## Assignment
Scan the entries for the word "asText". Every line that has it should be copied.

## Collected data

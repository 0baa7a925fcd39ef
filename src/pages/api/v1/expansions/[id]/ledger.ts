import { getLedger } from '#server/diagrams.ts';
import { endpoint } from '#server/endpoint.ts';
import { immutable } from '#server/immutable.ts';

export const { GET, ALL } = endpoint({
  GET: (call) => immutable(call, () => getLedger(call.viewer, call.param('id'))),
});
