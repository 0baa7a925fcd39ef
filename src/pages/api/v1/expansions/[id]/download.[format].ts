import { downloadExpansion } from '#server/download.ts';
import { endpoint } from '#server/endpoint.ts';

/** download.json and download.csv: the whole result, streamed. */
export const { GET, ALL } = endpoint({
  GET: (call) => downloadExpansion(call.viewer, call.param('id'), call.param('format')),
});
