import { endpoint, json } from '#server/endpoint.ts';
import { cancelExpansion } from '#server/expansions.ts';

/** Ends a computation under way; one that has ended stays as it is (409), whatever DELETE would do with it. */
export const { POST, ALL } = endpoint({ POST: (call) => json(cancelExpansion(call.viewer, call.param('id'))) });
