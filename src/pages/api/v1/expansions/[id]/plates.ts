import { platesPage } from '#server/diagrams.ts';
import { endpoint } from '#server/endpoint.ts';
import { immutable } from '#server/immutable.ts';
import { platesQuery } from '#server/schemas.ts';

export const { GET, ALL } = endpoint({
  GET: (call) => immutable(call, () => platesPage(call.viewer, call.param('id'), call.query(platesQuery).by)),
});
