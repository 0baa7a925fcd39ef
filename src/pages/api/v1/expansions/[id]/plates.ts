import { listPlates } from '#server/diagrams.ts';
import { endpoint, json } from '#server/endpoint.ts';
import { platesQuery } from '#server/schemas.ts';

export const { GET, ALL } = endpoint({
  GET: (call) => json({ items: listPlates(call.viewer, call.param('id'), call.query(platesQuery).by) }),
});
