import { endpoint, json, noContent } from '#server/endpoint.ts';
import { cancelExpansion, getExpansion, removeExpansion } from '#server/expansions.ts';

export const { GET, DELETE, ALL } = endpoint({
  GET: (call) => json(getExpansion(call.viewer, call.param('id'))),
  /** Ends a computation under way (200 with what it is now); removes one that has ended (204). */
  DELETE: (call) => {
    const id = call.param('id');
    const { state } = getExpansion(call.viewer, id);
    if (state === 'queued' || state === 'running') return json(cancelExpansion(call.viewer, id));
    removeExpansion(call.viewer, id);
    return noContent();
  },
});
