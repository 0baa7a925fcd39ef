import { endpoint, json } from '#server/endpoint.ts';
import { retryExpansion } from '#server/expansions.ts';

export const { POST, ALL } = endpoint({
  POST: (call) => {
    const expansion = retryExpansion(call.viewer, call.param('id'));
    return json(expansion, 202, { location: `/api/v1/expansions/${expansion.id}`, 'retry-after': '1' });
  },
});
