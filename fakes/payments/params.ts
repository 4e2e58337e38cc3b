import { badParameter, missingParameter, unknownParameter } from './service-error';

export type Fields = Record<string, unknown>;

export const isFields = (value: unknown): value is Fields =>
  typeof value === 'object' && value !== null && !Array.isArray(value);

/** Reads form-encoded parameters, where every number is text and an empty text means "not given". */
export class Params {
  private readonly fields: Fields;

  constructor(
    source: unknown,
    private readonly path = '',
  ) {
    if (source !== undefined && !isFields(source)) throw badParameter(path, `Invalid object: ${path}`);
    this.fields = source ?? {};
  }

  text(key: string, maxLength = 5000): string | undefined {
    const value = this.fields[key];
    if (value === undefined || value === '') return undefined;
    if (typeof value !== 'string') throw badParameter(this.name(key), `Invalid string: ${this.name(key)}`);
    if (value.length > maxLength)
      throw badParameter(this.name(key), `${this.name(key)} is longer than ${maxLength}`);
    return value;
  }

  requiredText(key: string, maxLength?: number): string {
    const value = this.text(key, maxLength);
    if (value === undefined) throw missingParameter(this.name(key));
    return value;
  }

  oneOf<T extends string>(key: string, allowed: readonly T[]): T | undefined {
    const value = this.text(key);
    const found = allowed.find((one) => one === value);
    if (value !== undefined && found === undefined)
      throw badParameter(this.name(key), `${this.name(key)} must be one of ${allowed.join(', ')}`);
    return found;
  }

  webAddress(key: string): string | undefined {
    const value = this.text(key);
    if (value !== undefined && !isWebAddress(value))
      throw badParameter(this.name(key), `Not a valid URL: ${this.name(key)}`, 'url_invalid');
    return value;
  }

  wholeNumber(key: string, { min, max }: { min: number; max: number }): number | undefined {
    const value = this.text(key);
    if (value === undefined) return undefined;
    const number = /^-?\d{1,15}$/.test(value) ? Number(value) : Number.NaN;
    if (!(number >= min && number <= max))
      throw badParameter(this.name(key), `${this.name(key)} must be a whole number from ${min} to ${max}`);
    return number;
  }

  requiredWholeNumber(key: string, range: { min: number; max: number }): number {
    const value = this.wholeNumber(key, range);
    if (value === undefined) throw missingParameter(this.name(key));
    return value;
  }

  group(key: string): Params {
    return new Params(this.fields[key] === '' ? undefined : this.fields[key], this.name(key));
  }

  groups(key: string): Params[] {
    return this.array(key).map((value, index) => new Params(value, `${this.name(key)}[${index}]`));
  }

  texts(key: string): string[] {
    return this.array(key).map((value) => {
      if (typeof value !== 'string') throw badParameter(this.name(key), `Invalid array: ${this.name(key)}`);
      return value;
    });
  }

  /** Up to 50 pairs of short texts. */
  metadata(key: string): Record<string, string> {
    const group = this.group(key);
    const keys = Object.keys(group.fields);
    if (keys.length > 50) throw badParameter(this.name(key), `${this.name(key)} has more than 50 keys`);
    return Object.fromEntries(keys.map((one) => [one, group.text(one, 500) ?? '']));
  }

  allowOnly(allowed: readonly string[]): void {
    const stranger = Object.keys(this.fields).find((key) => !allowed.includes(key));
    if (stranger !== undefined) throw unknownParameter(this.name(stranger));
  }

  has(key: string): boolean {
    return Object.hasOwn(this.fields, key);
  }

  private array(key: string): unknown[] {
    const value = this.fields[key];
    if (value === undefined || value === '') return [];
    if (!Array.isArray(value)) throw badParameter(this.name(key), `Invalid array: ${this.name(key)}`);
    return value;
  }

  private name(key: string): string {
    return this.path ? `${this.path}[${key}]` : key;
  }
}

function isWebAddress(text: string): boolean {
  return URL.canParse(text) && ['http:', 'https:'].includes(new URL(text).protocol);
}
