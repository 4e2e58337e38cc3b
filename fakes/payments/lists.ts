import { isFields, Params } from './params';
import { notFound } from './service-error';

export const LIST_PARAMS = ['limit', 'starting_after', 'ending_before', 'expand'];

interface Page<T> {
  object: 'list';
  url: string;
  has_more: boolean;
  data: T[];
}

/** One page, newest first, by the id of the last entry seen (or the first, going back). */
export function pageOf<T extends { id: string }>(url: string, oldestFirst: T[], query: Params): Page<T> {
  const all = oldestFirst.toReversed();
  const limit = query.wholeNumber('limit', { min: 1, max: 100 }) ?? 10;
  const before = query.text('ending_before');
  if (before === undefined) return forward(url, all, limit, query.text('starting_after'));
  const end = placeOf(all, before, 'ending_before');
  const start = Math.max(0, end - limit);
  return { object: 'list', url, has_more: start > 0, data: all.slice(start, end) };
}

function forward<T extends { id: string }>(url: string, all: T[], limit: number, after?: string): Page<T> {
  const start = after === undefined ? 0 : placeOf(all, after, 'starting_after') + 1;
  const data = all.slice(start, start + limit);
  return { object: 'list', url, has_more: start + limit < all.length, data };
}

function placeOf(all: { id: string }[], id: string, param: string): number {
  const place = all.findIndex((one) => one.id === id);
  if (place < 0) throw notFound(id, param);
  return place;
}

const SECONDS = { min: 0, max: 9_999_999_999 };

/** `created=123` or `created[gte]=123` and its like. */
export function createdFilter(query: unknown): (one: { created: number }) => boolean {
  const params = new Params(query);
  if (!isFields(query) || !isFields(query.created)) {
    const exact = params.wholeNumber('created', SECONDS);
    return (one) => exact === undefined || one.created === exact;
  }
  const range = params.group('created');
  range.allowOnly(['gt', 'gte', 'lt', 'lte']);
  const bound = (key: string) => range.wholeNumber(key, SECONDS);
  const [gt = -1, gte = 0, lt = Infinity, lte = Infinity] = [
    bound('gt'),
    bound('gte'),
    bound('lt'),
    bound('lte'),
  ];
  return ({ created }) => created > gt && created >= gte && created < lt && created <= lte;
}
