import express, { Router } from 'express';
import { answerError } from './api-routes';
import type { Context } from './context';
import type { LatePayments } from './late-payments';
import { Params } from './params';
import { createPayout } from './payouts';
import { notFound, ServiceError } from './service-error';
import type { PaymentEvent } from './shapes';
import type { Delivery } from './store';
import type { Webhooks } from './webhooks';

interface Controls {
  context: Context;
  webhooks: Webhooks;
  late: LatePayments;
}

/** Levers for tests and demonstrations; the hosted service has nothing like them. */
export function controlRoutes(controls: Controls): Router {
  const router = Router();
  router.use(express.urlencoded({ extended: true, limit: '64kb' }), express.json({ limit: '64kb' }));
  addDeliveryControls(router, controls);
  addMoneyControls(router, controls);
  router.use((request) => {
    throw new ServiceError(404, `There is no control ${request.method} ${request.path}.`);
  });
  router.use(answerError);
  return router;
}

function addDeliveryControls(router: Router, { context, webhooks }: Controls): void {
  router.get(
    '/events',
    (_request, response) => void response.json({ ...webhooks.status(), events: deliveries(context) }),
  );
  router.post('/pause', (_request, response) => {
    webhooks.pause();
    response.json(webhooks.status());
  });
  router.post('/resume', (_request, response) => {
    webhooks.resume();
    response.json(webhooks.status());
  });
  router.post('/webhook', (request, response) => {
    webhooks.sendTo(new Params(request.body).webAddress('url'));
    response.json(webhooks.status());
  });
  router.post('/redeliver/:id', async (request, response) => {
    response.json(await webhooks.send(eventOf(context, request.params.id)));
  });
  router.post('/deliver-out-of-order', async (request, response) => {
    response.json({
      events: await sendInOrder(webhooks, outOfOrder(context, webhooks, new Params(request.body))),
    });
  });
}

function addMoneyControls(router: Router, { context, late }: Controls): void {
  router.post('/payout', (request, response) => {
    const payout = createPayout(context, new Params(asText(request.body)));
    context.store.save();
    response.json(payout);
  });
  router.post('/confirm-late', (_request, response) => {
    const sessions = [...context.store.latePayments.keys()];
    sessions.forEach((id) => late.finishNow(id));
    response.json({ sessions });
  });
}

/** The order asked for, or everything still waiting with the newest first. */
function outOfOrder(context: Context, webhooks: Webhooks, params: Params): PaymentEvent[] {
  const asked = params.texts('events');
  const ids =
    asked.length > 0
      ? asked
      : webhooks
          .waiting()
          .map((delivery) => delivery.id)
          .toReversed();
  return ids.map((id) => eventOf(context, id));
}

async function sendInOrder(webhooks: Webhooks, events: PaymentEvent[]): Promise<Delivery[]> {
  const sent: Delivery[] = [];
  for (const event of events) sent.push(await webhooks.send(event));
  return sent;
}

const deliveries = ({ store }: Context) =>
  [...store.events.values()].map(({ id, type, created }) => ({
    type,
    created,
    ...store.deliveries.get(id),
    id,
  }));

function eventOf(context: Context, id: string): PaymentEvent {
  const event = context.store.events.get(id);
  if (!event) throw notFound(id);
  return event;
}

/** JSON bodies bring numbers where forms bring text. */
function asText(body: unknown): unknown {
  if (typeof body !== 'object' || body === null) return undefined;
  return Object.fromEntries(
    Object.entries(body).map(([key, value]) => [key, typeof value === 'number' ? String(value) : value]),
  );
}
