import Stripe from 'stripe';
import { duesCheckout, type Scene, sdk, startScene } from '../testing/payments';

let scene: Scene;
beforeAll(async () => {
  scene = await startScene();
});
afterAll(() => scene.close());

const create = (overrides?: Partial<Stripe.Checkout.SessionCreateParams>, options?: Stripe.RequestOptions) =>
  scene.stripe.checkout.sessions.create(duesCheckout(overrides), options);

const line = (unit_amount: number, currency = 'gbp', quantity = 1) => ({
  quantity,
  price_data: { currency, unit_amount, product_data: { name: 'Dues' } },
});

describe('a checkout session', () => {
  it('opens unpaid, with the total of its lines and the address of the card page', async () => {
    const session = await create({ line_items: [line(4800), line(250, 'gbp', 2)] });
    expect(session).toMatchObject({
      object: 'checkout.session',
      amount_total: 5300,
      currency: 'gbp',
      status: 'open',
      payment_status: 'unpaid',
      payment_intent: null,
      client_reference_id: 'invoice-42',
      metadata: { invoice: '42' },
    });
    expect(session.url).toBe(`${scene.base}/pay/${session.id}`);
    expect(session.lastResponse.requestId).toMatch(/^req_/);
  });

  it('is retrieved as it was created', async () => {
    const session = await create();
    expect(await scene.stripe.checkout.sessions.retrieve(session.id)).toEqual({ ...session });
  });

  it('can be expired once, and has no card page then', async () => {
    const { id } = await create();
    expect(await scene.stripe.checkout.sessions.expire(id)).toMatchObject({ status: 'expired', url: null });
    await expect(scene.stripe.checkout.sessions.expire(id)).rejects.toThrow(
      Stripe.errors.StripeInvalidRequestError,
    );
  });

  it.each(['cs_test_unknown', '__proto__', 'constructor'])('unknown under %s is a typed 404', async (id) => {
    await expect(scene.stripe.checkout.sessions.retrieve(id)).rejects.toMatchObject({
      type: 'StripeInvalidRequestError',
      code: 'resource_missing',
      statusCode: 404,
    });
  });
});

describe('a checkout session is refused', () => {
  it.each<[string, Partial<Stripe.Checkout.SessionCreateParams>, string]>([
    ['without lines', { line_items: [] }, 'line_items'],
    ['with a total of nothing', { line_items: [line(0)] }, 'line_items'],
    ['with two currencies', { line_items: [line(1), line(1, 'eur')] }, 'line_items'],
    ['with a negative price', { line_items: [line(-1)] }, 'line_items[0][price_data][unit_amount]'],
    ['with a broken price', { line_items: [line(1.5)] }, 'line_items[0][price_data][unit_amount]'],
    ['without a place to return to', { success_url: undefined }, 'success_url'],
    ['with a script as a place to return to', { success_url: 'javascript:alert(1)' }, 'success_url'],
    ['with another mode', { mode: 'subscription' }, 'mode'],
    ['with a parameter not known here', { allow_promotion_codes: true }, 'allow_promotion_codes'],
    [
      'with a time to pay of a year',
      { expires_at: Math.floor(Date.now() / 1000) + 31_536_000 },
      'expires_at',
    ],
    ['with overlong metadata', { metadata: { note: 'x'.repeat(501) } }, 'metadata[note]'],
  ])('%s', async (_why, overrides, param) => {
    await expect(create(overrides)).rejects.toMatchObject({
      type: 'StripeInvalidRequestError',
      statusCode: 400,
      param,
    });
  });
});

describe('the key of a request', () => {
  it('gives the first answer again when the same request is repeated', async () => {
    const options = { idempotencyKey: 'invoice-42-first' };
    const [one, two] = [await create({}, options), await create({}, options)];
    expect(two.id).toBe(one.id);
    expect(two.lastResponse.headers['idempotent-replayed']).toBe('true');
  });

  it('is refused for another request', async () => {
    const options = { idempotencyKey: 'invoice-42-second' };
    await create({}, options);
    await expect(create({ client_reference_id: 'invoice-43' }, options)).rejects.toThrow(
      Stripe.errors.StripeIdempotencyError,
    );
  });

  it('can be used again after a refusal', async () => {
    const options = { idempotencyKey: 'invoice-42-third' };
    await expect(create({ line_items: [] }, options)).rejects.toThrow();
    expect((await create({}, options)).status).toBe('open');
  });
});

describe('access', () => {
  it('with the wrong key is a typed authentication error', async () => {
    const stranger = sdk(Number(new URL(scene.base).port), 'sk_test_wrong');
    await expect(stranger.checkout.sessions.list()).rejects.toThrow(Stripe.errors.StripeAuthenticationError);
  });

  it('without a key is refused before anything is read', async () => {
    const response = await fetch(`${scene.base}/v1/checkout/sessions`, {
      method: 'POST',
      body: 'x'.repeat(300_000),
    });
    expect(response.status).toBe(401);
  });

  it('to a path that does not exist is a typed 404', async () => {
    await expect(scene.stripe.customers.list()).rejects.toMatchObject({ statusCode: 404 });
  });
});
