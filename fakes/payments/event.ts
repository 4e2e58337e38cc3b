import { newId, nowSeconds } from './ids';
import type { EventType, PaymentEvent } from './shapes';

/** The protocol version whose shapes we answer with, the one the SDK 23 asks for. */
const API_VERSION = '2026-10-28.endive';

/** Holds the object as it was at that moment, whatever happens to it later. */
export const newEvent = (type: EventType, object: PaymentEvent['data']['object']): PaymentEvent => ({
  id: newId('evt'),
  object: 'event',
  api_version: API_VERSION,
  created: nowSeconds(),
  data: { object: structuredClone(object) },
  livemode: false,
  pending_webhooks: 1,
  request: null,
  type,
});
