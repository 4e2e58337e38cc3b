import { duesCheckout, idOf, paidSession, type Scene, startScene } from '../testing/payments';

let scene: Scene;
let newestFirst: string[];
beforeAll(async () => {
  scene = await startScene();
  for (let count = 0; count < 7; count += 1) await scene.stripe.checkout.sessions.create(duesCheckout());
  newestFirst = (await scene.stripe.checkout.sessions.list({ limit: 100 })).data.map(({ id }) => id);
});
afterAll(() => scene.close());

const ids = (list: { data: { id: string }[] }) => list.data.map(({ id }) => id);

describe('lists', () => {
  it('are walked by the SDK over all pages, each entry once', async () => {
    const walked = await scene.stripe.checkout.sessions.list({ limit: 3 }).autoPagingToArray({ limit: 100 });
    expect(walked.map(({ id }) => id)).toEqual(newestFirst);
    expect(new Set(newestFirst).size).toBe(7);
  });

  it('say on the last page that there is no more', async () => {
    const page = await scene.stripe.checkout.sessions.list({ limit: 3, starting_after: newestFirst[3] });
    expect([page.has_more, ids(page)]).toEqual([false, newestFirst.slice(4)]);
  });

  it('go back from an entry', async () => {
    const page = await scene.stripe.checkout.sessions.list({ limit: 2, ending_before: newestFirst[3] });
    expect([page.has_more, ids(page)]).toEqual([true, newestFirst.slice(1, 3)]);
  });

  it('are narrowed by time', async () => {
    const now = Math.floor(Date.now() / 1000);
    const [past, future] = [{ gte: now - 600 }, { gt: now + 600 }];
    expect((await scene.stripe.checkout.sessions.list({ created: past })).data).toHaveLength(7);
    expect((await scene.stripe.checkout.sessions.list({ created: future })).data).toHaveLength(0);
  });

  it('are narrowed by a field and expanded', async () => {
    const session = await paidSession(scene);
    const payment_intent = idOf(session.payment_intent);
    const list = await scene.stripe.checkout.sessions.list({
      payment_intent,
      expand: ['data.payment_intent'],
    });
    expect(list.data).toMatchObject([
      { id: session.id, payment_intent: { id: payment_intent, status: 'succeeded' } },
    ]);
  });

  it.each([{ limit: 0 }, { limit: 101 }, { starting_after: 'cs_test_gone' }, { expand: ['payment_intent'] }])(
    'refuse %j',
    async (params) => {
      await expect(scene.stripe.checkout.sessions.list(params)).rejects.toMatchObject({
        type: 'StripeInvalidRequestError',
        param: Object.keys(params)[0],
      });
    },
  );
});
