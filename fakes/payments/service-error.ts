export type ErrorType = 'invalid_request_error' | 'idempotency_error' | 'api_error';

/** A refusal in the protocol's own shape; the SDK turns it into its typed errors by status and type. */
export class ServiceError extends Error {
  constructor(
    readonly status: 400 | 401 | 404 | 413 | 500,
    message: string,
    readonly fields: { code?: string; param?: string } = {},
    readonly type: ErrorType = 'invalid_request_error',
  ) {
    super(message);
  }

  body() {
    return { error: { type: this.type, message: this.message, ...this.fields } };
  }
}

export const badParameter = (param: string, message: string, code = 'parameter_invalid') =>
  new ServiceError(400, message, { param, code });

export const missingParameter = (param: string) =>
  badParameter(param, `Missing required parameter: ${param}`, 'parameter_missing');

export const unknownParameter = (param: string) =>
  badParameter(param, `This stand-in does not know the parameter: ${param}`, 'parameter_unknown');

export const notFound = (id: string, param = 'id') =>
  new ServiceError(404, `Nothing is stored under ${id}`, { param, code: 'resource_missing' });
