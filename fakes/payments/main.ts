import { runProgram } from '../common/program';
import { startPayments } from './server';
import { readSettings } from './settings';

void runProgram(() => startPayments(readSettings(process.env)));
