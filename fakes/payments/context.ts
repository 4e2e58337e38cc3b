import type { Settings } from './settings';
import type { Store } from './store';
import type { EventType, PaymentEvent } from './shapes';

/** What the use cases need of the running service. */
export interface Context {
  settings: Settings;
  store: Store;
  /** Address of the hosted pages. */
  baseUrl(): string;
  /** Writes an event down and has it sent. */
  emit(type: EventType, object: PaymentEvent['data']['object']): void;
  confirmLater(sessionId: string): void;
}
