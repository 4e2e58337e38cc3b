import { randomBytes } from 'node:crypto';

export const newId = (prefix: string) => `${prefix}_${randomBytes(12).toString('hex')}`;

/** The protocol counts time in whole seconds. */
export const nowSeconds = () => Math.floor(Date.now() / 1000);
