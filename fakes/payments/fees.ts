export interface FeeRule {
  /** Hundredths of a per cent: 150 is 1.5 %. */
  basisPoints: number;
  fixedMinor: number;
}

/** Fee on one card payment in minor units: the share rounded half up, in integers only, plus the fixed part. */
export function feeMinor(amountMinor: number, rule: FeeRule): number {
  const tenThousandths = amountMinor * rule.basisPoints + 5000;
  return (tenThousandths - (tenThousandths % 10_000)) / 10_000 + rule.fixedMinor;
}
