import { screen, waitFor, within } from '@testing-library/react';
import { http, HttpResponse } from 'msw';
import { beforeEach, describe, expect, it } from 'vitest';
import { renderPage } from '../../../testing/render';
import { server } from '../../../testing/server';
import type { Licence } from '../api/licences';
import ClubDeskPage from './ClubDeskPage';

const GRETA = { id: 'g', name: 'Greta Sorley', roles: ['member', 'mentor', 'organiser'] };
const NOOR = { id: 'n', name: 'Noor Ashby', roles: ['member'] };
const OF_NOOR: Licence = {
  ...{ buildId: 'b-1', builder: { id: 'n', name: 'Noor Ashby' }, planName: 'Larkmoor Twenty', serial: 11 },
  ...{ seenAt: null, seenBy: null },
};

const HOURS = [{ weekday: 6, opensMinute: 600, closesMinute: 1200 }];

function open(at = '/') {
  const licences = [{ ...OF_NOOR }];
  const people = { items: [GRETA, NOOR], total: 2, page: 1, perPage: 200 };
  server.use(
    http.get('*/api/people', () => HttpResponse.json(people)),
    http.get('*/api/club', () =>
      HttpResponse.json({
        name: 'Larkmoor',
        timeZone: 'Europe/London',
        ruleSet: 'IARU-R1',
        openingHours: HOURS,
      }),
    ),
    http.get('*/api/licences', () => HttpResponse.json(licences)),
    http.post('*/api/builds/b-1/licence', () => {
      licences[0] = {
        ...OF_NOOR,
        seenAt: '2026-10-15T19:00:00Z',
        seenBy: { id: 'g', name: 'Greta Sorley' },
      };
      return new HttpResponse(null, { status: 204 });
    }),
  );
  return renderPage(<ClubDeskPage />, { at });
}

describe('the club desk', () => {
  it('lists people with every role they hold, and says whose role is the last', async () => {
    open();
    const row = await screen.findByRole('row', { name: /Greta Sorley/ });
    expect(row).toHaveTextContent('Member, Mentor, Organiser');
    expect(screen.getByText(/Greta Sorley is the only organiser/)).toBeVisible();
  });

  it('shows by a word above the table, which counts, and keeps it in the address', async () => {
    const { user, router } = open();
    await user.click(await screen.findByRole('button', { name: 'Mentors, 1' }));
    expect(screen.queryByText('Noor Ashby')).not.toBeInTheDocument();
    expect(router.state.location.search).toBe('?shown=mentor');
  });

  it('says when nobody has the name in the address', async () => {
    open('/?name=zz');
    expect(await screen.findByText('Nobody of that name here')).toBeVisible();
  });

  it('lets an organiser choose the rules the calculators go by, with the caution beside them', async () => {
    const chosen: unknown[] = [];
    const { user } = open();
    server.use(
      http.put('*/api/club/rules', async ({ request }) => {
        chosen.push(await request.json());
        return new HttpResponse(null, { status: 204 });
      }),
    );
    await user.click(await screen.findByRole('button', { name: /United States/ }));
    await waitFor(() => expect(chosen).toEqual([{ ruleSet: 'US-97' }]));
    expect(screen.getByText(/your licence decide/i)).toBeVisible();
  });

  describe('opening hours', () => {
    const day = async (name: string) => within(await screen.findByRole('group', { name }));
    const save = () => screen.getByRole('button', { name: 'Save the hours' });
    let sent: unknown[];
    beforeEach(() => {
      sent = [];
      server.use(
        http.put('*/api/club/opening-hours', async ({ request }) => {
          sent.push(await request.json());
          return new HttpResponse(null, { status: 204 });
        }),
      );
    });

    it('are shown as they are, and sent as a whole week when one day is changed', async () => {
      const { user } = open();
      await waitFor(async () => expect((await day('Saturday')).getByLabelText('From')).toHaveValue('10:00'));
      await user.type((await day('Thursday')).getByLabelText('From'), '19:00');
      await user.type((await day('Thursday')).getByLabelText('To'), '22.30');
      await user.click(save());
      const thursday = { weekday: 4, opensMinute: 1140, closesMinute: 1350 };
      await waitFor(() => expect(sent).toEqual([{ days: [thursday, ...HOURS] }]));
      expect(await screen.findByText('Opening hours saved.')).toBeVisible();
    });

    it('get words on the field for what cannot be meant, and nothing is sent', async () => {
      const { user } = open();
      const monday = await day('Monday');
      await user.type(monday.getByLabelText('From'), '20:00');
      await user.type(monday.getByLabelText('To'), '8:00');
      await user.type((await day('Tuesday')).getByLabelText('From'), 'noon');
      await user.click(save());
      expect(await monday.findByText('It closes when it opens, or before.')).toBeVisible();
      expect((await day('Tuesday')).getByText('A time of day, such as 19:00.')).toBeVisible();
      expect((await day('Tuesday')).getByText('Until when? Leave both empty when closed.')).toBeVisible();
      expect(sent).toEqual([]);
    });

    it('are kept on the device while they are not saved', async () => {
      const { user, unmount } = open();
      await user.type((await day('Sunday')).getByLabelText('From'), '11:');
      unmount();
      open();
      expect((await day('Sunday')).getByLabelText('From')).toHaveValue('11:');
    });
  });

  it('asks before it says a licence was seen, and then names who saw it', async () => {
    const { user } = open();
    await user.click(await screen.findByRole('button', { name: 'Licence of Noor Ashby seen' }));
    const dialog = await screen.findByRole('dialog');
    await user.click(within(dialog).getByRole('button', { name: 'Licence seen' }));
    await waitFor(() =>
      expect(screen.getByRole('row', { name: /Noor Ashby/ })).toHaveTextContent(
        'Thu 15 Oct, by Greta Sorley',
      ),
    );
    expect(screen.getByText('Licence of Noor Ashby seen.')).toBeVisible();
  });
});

## Solution below
    const payout = createPayout(context, new Params(asText(request.body)));
function asText(body: unknown): unknown {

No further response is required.